# Is this co : The Art Materials Company, Greenhills Rd., Tallaght still in business?



## Willowchase (11 May 2012)

I wonder does anybody know if The Art Materials Company with an address on Greenhills Rd., Tallaght is still in business.

A couple of items have been missing from my last two orders (out of stock), last order at the end of March. Unfortunately, I have received no response to my last emails and when I try to ring I am passed immediately to their mailbox which will not take my message as it is full.

The amount of money involved is not very much but it is a pity as their prices were/are very competitive. 

If anyone has any information regarding this company I would appreciate it.


----------



## Willowchase (12 May 2012)

Thanks Cashier, will try to look into it tomorrow (later today)


----------



## Willowchase (14 May 2012)

Is there some trick to searching the CRO site. I have made a number of attempts at entering the company name plus the address, then company name only but the search fails on each occasion.

As a matter of interest the website is still up and open for business.  If they are still in business their customer support service appears to be sadly lacking. If they have gone out of business.........?

Either way I would advise against using them based on my experience.


----------



## TheShark (15 May 2012)

Try www.cashiq.ie instead all companies and directors are listed there,you can log in with a google account.


----------



## RonanC (15 May 2012)

cashier said:


> The CRO list two companies with the same name and business address, one is listed as ceased the other normal, don't know what it means.



They are both registered Business Names (Trading Names). The 1st one was registered by an individual and ceased trading for whatever reason, looks like it is due to the 2nd one being registered by a body corporate (limited company).
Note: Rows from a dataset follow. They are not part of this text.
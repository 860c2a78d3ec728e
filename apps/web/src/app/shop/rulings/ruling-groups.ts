import { type Bearer } from '@lib/contracts/web';
import { type RulingJob, type RulingLine } from './rulings-api';

type Reason = RulingLine['proposed']['reasons'][number];
type Outcome = RulingLine['outcomes'][number];

/** Lines of one job that rest on the same reason: decided in one go, with their figures together. */
export interface RulingGroup {
  /** The lines in it, as one name. */
  readonly key: string;
  readonly job: RulingJob;
  readonly lines: readonly RulingLine[];
  readonly proposed: Bearer;
  /** In the order they were weighed, each once. */
  readonly reasons: readonly Reason[];
  /** Who bears it as things stand; null where its lines differ. */
  readonly bearer: Bearer | null;
  /** Something in it is for the owner to decide. */
  readonly asks: boolean;
  readonly waiting: boolean;
  readonly decision: RulingLine['decision'];
  readonly list: number;
  /** What each bearer would mean for all its lines, the proposed one first. */
  readonly outcomes: readonly Outcome[];
}

/** The groups of a visit's jobs, in the order of jobs and lines. */
export function rulingGroups(jobs: readonly RulingJob[]): RulingGroup[] {
  return jobs.flatMap((job) => {
    const groups = new Map<string, RulingLine[]>();
    for (const line of job.lines) {
      const key = basisOf(line);
      groups.set(key, [...(groups.get(key) ?? []), line]);
    }
    return [...groups.values()].map((lines) => groupOf(job, lines));
  });
}

/** Waiting ones first decided: where a person goes on. */
export function nextToDecide(groups: readonly RulingGroup[]): RulingGroup | undefined {
  return groups.find(({ waiting }) => waiting);
}

/** "2 of 5 to decide": how far the owner is with what was asked of them; '' when nothing was. */
export function progressWords(groups: readonly RulingGroup[], at: RulingGroup): string {
  const asked = groups.filter(({ asks }) => asks);
  const place = asked.findIndex(({ key }) => key === at.key);
  return place < 0 ? '' : `${place + 1} of ${asked.length} to decide`;
}

function groupOf(job: RulingJob, lines: readonly RulingLine[]): RulingGroup {
  const [first] = lines as [RulingLine, ...RulingLine[]];
  const bearers = new Set(lines.map(({ bearer }) => bearer));
  return {
    key: lines.map(({ lineKey }) => lineKey).join(' '),
    job,
    lines,
    proposed: first.proposed.bearer,
    reasons: reasonsOf(lines),
    bearer: bearers.size === 1 ? first.bearer : null,
    asks: lines.some(({ proposed, decision }) => proposed.needsConfirmation || decision),
    waiting: lines.some(({ waiting }) => waiting),
    decision: lines.find(({ decision }) => decision)?.decision ?? null,
    list: sum(lines.map(({ list }) => list)),
    outcomes: outcomesOf(lines, first.proposed.bearer),
  };
}

/** The rule a line's proposal rests on; how it is worded for labour and parts does not matter. */
function basisOf({ proposed }: RulingLine): string {
  const deciding = proposed.reasons.find(({ decides }) => decides);
  return `${proposed.bearer} ${deciding?.code ?? ''}`;
}

function reasonsOf(lines: readonly RulingLine[]): Reason[] {
  const found = new Map<string, Reason>();
  const fullest = [...lines].sort((a, b) => b.proposed.reasons.length - a.proposed.reasons.length);
  for (const reason of fullest.flatMap(({ proposed }) => proposed.reasons)) {
    if (!found.has(reason.words)) found.set(reason.words, reason);
  }
  return [...found.values()];
}

function outcomesOf(lines: readonly RulingLine[], proposed: Bearer): Outcome[] {
  const sums = new Map<Bearer, Outcome>();
  for (const outcome of lines.flatMap(({ outcomes }) => outcomes)) {
    const sofar = sums.get(outcome.bearer);
    sums.set(outcome.bearer, {
      bearer: outcome.bearer,
      charged: outcome.charged + (sofar?.charged ?? 0),
      ourCost: outcome.ourCost + (sofar?.ourCost ?? 0),
      claimed: outcome.claimed + (sofar?.claimed ?? 0),
    });
  }
  return [...sums.values()].sort(
    (a, b) => Number(b.bearer === proposed) - Number(a.bearer === proposed),
  );
}

function sum(amounts: readonly number[]): number {
  return amounts.reduce((total, amount) => total + amount, 0);
}
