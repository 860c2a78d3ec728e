import { type Route } from './core/http/route';
import { accountRoutes } from './features/account/account.router';
import { crewRoutes } from './features/crew/crew.router';
import { invitationsRoutes } from './features/invitations/invitations.router';
import { sessionRoutes } from './features/session/session.router';
import { signUpRoutes } from './features/sign-up/sign-up.router';
import { clientsRoutes } from './features/clients/clients.router';
import { contactsRoutes } from './features/contacts/contacts.router';
import { exportsRoutes } from './features/exports/exports.router';
import { filesRoutes } from './features/files/files.router';
import { importsRoutes } from './features/imports/imports.router';
import { liveRoutes } from './features/live/live.router';
import { machinesRoutes } from './features/machines/machines.router';
import { partsRoutes } from './features/parts/parts.router';
import { platformAreaRoutes } from './features/platform/platform.router';
import { pricesRoutes } from './features/prices/prices.router';
import { settingsRoutes } from './features/settings/settings.router';
import { storesRoutes } from './features/stores/stores.router';
import { subscriptionRoutes } from './features/subscription/subscription.router';
import { callsRoutes } from './features/calls/calls.router';
import { rulingsRoutes } from './features/rulings/rulings.router';
import { ticketsRoutes } from './features/tickets/tickets.router';
import { contractsRoutes } from './features/contracts/contracts.router';
import { deliveriesRoutes } from './features/deliveries/deliveries.router';
import { ledgerRoutes } from './features/ledger/ledger.router';
import { paymentsRoutes } from './features/payments/payments.router';
import { receivablesRoutes } from './features/receivables/receivables.router';
import { statementsRoutes } from './features/statements/statements.router';
import { visitsRoutes } from './features/visits/visits.router';

/** Every route of the API, a line a feature. */
export const routes: Route[] = [
  ...accountRoutes,
  ...crewRoutes,
  ...invitationsRoutes,
  ...sessionRoutes,
  ...signUpRoutes,
  ...clientsRoutes,
  ...contactsRoutes,
  ...exportsRoutes,
  ...filesRoutes,
  ...importsRoutes,
  ...liveRoutes,
  ...machinesRoutes,
  ...partsRoutes,
  ...platformAreaRoutes,
  ...pricesRoutes,
  ...settingsRoutes,
  ...storesRoutes,
  ...subscriptionRoutes,
  ...callsRoutes,
  ...rulingsRoutes,
  ...ticketsRoutes,
  ...contractsRoutes,
  ...deliveriesRoutes,
  ...ledgerRoutes,
  ...paymentsRoutes,
  ...receivablesRoutes,
  ...statementsRoutes,
  ...visitsRoutes,
];
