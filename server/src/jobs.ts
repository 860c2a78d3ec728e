import { type Job } from './core/jobs/work';

/** Everything the worker does, a line a feature. */
export const jobHandlers: Job[] = [];
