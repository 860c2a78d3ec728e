import { type Context } from '../../core/context';
import { type Bind, row, withTenant } from '../../core/database/tenancy';
import { type AnswerOf, type InputOf } from '../../core/http/route';
import { filtered } from '../../core/lists/filtered';
import { page, searched } from '../../core/lists/keyset';
import { found } from '../../core/problems/problem';
import { ownClient } from '../stores/own-store';
import { absorbedOf, jobsOfTicket, linesOfTicket } from './read-lines';
import {
  presentTicket,
  ticketFrom,
  type TicketItem,
  type TicketRow,
  ticketSelect,
} from './ticket-row';

export function listTickets(
  context: Context,
  query: InputOf<'tickets.list'>['query'],
): Promise<AnswerOf<'tickets.list'>> {
  return withTenant(context, () => {
    const bind: Bind = { shopId: context.shopId };
    const where = [
      't.shop_id = $shopId',
      ...ownClient(context, 't.client_id', bind),
      ...filtered(query, { clientId: 't.client_id', storeId: 't.store_id' }, bind),
      ...searched(query.q, ['t.number::text', 's.name', 'c.name'], bind),
    ];
    if (query.from) {
      bind.from = query.from;
      where.push('t.signed_off_on >= $from');
    }
    if (query.until) {
      bind.until = query.until;
      where.push('t.signed_off_on <= $until');
    }
    if (query.absorbed) {
      bind.absorbed = query.absorbed;
      where.push(`exists (select 1 from ticket_lines l where l.shop_id = t.shop_id
        and l.ticket_id = t.id and l.bearer = $absorbed)`);
    }
    return page<TicketRow, TicketItem>(
      {
        select: ticketSelect,
        from: ticketFrom,
        where,
        bind,
        sort: { column: 't.signed_off_on', type: 'date', descending: true },
        id: 't.id',
        limit: query.limit,
        cursor: query.cursor,
      },
      (ticket) => presentTicket(context, ticket),
    );
  });
}

export function showTicket(context: Context, ticketId: string): Promise<AnswerOf<'tickets.show'>> {
  return withTenant(context, async () => {
    const ticket = found(
      await row<TicketRow>(`${ticketSelect} where t.shop_id = $shopId and t.id = $ticketId`, {
        shopId: context.shopId,
        ticketId,
      }),
    );
    const lines = await linesOfTicket(context, ticketId);
    const ofShop = context.clientId === null;
    return {
      ...presentTicket(context, ticket),
      signedOffAt: ticket.signedOffAt.toISOString(),
      signedOffBy: ticket.signedOffBy,
      receivedBy: ticket.receivedBy,
      edition:
        ticket.editionNumber === null
          ? null
          : { id: ticket.editionId, number: ticket.editionNumber },
      jobs: await jobsOfTicket(context, ticket.visitId, lines),
      absorbed: absorbedOf(lines),
      absorbedPosted: ofShop ? ticket.absorbedPosted : null,
    };
  });
}
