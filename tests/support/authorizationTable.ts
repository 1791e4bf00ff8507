import { v7 } from 'uuid';
import type { Role } from '@/shared/user';
import type { Asker, Relation } from './authorizationPeople';
import { RELATIONS } from './authorizationPeople';
import { STROKES } from './record';
import { PIN } from './server';

/**
 * Who gets what from each route, typed from the interface's contract: its table
 * of routes, "A request is judged in this order", "Life of a worksheet" and
 * "Trust". Never worked out from the policies, which are what is tested.
 *
 * `allowed` means that neither session, nor sight, nor role refuses: the answer
 * is 2xx, or names something else that is wrong with the request.
 */
export type Outcome = 'allowed' | 401 | 403 | 404;

/** One outcome whatever the relation, or one each in the order of `RELATIONS`. */
type Cells = Outcome | readonly [Outcome, Outcome, Outcome, Outcome, Outcome, Outcome, Outcome];
type Outcomes = Record<Role | 'nobody', Cells>;

interface Sent {
  query?: object;
  body?: object;
  headers?: Record<string, string>;
}
interface Row {
  outcomes: Outcomes;
  /** A request that is right but for who sends it, or that fails only after that was judged. */
  send: (asker: Asker) => Sent;
}

const A = 'allowed';
const row = (outcomes: Outcomes, send: Row['send'] = () => ({})): Row => ({ outcomes, send });
const body = (content: object) => () => ({ body: content });

const anyone: Outcomes = { lead: A, helper: A, supervisor: A, safety: A, nobody: A };
const signedIn: Outcomes = { ...anyone, nobody: 401 };
const only = (...roles: Role[]): Outcomes => ({
  ...{ lead: 403, helper: 403, supervisor: 403, safety: 403, nobody: 401 },
  ...Object.fromEntries(roles.map((role) => [role, A])),
});

/*                       own  creator named wasNamed sameSite otherSite noSite */
// "A lead or helper sees their own, a supervisor their sites', safety all."
const reads: Outcomes = {
  lead: /*          */ [A, A, A, A, 404, 404, 404],
  helper: /*        */ [A, A, A, A, 404, 404, 404],
  supervisor: /*    */ [A, A, A, A, A, 404, 404],
  safety: A,
  nobody: 401,
};
// "Its lead": by `leadId`, which never changes, whatever that person's role is now.
const itsLead: Outcomes = {
  lead: /*          */ [A, 403, 403, 403, 404, 404, 404],
  helper: /*        */ [A, 403, 403, 403, 404, 404, 404],
  supervisor: /*    */ [A, 403, 403, 403, 403, 404, 404],
  safety: /*        */ [A, 403, 403, 403, 403, 403, 403],
  nobody: 401,
};
// A copy begins a worksheet: its lead, who must be one that may begin any.
const copies: Outcomes = {
  ...itsLead,
  helper: /*        */ [403, 403, 403, 403, 404, 404, 404],
  safety: 403,
};
// "The signer": crew of the current revision, and a supervisor of the site, who may countersign.
const signs: Outcomes = {
  lead: /*          */ [A, 403, A, 403, 404, 404, 404],
  helper: /*        */ [A, 403, A, 403, 404, 404, 404],
  supervisor: /*    */ [A, 403, A, A, A, 404, 404],
  safety: /*        */ [A, 403, A, 403, 403, 403, 403],
  nobody: 401,
};
// "Anyone named on it, supervisor of the site."
const stops = signs;
const asks: Outcomes = {
  ...signs,
  supervisor: /*    */ [A, 403, A, 403, 403, 404, 404],
};
const returns: Outcomes = {
  lead: /*          */ [403, 403, 403, 403, 404, 404, 404],
  helper: /*        */ [403, 403, 403, 403, 404, 404, 404],
  supervisor: /*    */ [A, 403, A, A, A, 404, 404],
  safety: 403,
  nobody: 401,
};
const voids: Outcomes = {
  ...itsLead,
  supervisor: /*    */ [A, 403, A, A, A, 404, 404],
};
// "Everyone else reads active people of their own sites, their own sites, the rubber goods of their sites."
const registerReads: Outcomes = {
  lead: /*          */ [A, 404, A, A, A, 404, 404],
  helper: /*        */ [A, 404, A, A, A, 404, 404],
  supervisor: /*    */ [A, 404, A, A, A, 404, 404],
  safety: A,
  nobody: 401,
};
const registerWrites: Outcomes = {
  lead: /*          */ [403, 404, 403, 403, 403, 404, 404],
  helper: /*        */ [403, 404, 403, 403, 403, 404, 404],
  supervisor: /*    */ [403, 404, 403, 403, 403, 404, 404],
  safety: A,
  nobody: 401,
};
// "Own sessions", "own devices": another's is not found, by safety neither.
const theirs: Cells = [A, 404, 404, 404, 404, 404, 404];
const owner: Outcomes = {
  ...{ lead: theirs, helper: theirs, supervisor: theirs, safety: theirs },
  nobody: 401,
};

/** What this person would sign, if anything: nothing is awaited on a draft that is not ready. */
function signature({ user, role, relation, target }: Asker): Sent {
  const isCrew = relation === 'own' || relation === 'named';
  const other = role === 'supervisor' && !isCrew ? 'countersigned' : 'acknowledged';
  return {
    body: {
      id: v7(),
      meaning: relation === 'own' ? 'prepared' : other,
      signerId: user.id,
      pin: PIN,
      strokes: STROKES,
      contentHash: target.contentHash,
    },
  };
}

const W = '/worksheets/{worksheetId}';
const NOTHING = { query: { q: 'nothingliesunderthisword' } };

const register = (path: string): Record<string, Row> => ({
  [`get ${path}`]: row(signedIn),
  [`post ${path}`]: row(only('safety')),
  [`get ${path}/{id}`]: row(registerReads),
  [`patch ${path}/{id}`]: row(registerWrites),
});
const spreadsheet = (path: string): Record<string, Row> => ({
  [`post ${path}/import`]: row(only('safety'), body({ csv: '' })),
  [`get ${path}/export.csv`]: row(only('safety')),
});

/** One row a route, by method and path. */
export const AUTHORIZATION: Record<string, Row> = {
  'post /session': row(anyone),
  'get /session': row(signedIn),
  'patch /session': row(signedIn, body({ theme: 'dark' })),
  'delete /session': row(signedIn),
  'post /session/password': row(signedIn),
  'post /session/pin': row(signedIn),
  'get /sessions': row(signedIn),
  'delete /sessions': row(signedIn),
  'delete /sessions/{sessionId}': row(owner),
  'post /password-resets': row(anyone),
  'post /password-resets/{token}': row(anyone),
  'get /devices': row(signedIn),
  'post /devices': row(signedIn),
  'delete /devices/{deviceId}': row(owner),

  'get /worksheets': row(signedIn),
  'post /worksheets': row(only('lead', 'supervisor')),
  [`get ${W}`]: row(reads),
  [`put ${W}`]: row(itsLead, () => ({
    headers: { 'If-Match': '"999"' },
    body: { content: { notes: 'Typed over another version.' } },
  })),
  [`post ${W}/signatures`]: row(signs, signature),
  [`post ${W}/proofs`]: row(itsLead, body({ proof: {}, pin: PIN })),
  [`post ${W}/questions`]: row(asks, body({ text: 'Who opens it?' })),
  [`post ${W}/questions/{questionId}/answer`]: row(itsLead, body({ text: 'I do.' })),
  [`post ${W}/return`]: row(returns, body({ reason: 'Not so.' })),
  [`post ${W}/stop`]: row(stops, body({ reason: 'still live' })),
  // A draft can be withdrawn, and the rows that follow need it.
  [`post ${W}/void`]: row(voids, body({ reason: '' })),
  [`post ${W}/revise`]: row(itsLead),
  [`post ${W}/close`]: row(itsLead, body({ closeOut: {}, pin: PIN })),
  [`post ${W}/copy`]: row(copies),
  [`get ${W}/revisions`]: row(reads),
  [`get ${W}/revisions/{revision}`]: row(reads),
  [`get ${W}/events`]: row(reads),
  // A language that is not there is named after who asks was judged, and costs no rendering.
  [`get ${W}/pdf`]: row(reads, () => ({ query: { language: 'fr' } })),
  [`post ${W}/attachments`]: row(itsLead),
  'get /attachments/{attachmentId}': row(reads),
  'get /attachments/{attachmentId}/thumbnail': row(reads),
  'patch /attachments/{attachmentId}': row(itsLead, body({ caption: 'The door.' })),
  'delete /attachments/{attachmentId}': row(itsLead),
  'get /worksheets/export.csv': row(only('safety'), () => NOTHING),
  'get /worksheets/export.zip': row(only('safety'), () => NOTHING),

  ...register('/users'),
  ...register('/sites'),
  ...register('/rubber-goods'),
  'post /users/{id}/invitation': row(registerWrites),
  'post /rubber-goods/{id}/tests': row(registerWrites),
  ...spreadsheet('/users'),
  ...spreadsheet('/rubber-goods'),

  'post /assessments': row(signedIn, body({ content: {} })),
  'get /insights': row(only('supervisor', 'safety')),
  'get /verify/{number}/{hash}': row(anyone),
  'get /health': row(anyone),
  'get /openapi.json': row(anyone),
};

/** What the contract says that this person gets from this route. */
export function expectedOutcome(
  route: string,
  { role, relation }: { role: Role | 'nobody'; relation: Relation },
): Outcome {
  const cells = AUTHORIZATION[route]?.outcomes[role];
  if (cells === undefined) throw new Error(`No row for ${route}`);
  return typeof cells === 'object' ? (cells[RELATIONS.indexOf(relation)] ?? 404) : cells;
}
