import type { CsvFault, CsvLine } from '@/shared/registerCsv';

/** Two sites of which one is a day ahead, as past the date line. */
export const CSV_SITES = new Map([
  ['north yard', { id: 'north', today: '2026-06-01' }],
  ['south yard', { id: 'south', today: '2026-06-02' }],
]);

/** The lines of a file: the heading, and a line for each row with its cells by column. */
export function csvLines(
  columns: readonly string[],
  rows: readonly Record<string, string>[],
): CsvLine[] {
  return [
    { line: 1, cells: columns },
    ...rows.map((row, n) => ({ line: n + 2, cells: columns.map((column) => row[column] ?? '') })),
  ];
}

/** Where each fault stands and what it is, without the value. */
export const faultPlaces = (faults: readonly CsvFault[]) =>
  faults.map(({ line, column, code }) => [line, column, code]);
This is quiet common. A business name cannot be transfered between a person and a company. One must cease before a new one can be registered.

So to find the ownership of this Business Name, you need to be searching the one with Business Number: 354611. This will give you the name of the Limited Company who "own" the trading name. Then search this Company to find the directors/shareholders.


----------



## Willowchase (17 May 2012)

Thanks TheShark and RonanC. Have been away for the last few days.

 Found them on the CRO site. 

The fact that their website seems open to take orders still, tried it earlier and was able to complete to point of payment, but they are still not responding to emails and are uncontactable by phone, seems to me to be something that should be reported to someone - but to whom?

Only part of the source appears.